◆ **WHAT TO WORK ON**:
Write out only the opening lines of the entries, through the line with "many replicates run".

---------- DATA PROVIDED ----------

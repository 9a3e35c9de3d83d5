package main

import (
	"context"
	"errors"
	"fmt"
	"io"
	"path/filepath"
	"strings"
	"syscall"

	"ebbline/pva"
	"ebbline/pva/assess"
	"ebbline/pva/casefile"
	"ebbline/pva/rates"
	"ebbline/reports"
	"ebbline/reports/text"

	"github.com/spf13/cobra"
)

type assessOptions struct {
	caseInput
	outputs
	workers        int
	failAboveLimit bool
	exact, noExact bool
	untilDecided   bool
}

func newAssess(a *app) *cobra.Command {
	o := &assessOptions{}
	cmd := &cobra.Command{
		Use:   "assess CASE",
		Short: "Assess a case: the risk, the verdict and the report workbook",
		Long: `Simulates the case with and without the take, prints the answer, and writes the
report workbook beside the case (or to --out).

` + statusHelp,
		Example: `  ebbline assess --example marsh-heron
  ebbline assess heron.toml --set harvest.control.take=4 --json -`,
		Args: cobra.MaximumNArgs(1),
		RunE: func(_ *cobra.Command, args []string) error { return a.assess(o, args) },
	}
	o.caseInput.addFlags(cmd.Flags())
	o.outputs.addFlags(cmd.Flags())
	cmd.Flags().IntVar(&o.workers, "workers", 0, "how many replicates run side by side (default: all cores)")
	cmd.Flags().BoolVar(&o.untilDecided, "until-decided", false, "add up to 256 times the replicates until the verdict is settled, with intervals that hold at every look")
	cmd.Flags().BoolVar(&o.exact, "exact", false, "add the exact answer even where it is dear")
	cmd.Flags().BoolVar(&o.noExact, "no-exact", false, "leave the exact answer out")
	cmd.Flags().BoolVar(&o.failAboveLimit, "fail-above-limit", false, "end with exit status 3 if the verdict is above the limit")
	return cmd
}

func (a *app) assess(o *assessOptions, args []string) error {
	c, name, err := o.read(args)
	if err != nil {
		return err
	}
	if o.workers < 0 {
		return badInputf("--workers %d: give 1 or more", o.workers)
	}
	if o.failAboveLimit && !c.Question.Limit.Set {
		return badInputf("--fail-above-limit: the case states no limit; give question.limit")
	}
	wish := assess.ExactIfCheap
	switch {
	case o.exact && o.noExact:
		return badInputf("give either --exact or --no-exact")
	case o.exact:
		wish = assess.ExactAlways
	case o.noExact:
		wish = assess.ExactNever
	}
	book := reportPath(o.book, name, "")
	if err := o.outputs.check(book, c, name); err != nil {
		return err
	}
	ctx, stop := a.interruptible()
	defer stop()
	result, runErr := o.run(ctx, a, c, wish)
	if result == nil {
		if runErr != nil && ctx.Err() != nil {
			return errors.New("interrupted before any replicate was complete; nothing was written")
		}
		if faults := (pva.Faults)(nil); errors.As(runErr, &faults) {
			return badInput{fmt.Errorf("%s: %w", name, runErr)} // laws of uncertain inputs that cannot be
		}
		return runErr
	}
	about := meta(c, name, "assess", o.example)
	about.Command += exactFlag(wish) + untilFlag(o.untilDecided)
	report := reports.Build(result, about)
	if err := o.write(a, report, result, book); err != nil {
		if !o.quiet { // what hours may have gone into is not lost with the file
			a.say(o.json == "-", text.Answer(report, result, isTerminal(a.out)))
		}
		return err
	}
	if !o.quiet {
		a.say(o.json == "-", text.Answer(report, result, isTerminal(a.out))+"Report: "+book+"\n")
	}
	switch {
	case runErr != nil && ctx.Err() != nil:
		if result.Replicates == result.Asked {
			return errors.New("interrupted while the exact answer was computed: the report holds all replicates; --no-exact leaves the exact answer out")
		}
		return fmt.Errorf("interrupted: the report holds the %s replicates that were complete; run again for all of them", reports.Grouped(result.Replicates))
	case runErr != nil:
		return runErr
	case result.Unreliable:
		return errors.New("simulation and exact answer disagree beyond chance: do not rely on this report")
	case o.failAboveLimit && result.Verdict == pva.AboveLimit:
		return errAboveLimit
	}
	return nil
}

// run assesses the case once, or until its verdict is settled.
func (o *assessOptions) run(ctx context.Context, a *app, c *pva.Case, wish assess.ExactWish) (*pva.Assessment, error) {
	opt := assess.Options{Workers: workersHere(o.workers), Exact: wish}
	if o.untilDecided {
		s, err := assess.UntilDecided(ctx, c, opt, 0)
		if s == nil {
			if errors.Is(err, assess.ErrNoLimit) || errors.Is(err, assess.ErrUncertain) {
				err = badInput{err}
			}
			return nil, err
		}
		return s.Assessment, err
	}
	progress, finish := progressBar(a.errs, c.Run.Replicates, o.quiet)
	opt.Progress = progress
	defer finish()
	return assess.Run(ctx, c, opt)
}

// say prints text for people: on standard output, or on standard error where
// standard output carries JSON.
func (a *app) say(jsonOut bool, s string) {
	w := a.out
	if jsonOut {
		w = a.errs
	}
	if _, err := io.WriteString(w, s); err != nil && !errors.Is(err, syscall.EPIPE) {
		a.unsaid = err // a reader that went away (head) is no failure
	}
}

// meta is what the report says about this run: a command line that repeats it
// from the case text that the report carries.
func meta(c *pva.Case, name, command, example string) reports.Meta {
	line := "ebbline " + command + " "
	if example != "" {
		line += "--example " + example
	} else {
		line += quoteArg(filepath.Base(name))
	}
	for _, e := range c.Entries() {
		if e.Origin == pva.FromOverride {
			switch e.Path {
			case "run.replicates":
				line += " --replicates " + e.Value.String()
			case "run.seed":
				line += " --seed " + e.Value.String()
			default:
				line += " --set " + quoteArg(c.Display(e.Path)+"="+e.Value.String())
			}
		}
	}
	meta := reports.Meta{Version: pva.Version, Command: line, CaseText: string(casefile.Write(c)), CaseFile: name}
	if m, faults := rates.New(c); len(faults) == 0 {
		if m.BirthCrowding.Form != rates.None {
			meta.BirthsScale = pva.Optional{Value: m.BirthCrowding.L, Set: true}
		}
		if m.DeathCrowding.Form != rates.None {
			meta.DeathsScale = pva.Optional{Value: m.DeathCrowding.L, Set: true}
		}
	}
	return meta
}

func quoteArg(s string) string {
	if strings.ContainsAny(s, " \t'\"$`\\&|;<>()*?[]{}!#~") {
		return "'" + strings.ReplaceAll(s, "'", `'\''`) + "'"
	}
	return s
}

----------

◆ **ANSWER BELOW**:
repository 9a3e35c9de3d83d5
package main

import (
	"context"
	"errors"
	"fmt"
	"io"
	"path/filepath"
	"strings"
	"syscall"

	"ebbline/pva"
	"ebbline/pva/assess"
	"ebbline/pva/casefile"
	"ebbline/pva/rates"
	"ebbline/reports"
	"ebbline/reports/text"

	"github.com/spf13/cobra"
)

type assessOptions struct {
	caseInput
	outputs
	workers        int
	failAboveLimit bool
	exact, noExact bool
	untilDecided   bool
}

func newAssess(a *app) *cobra.Command {
	o := &assessOptions{}
	cmd := &cobra.Command{
		Use:   "assess CASE",
		Short: "Assess a case: the risk, the verdict and the report workbook",
		Long: `Simulates the case with and without the take, prints the answer, and writes the
report workbook beside the case (or to --out).

` + statusHelp,
		Example: `  ebbline assess --example marsh-heron
  ebbline assess heron.toml --set harvest.control.take=4 --json -`,
		Args: cobra.MaximumNArgs(1),
		RunE: func(_ *cobra.Command, args []string) error { return a.assess(o, args) },
	}
	o.caseInput.addFlags(cmd.Flags())
	o.outputs.addFlags(cmd.Flags())
	cmd.Flags().IntVar(&o.workers, "workers", 0, "how many replicates run side by side (default: all cores)")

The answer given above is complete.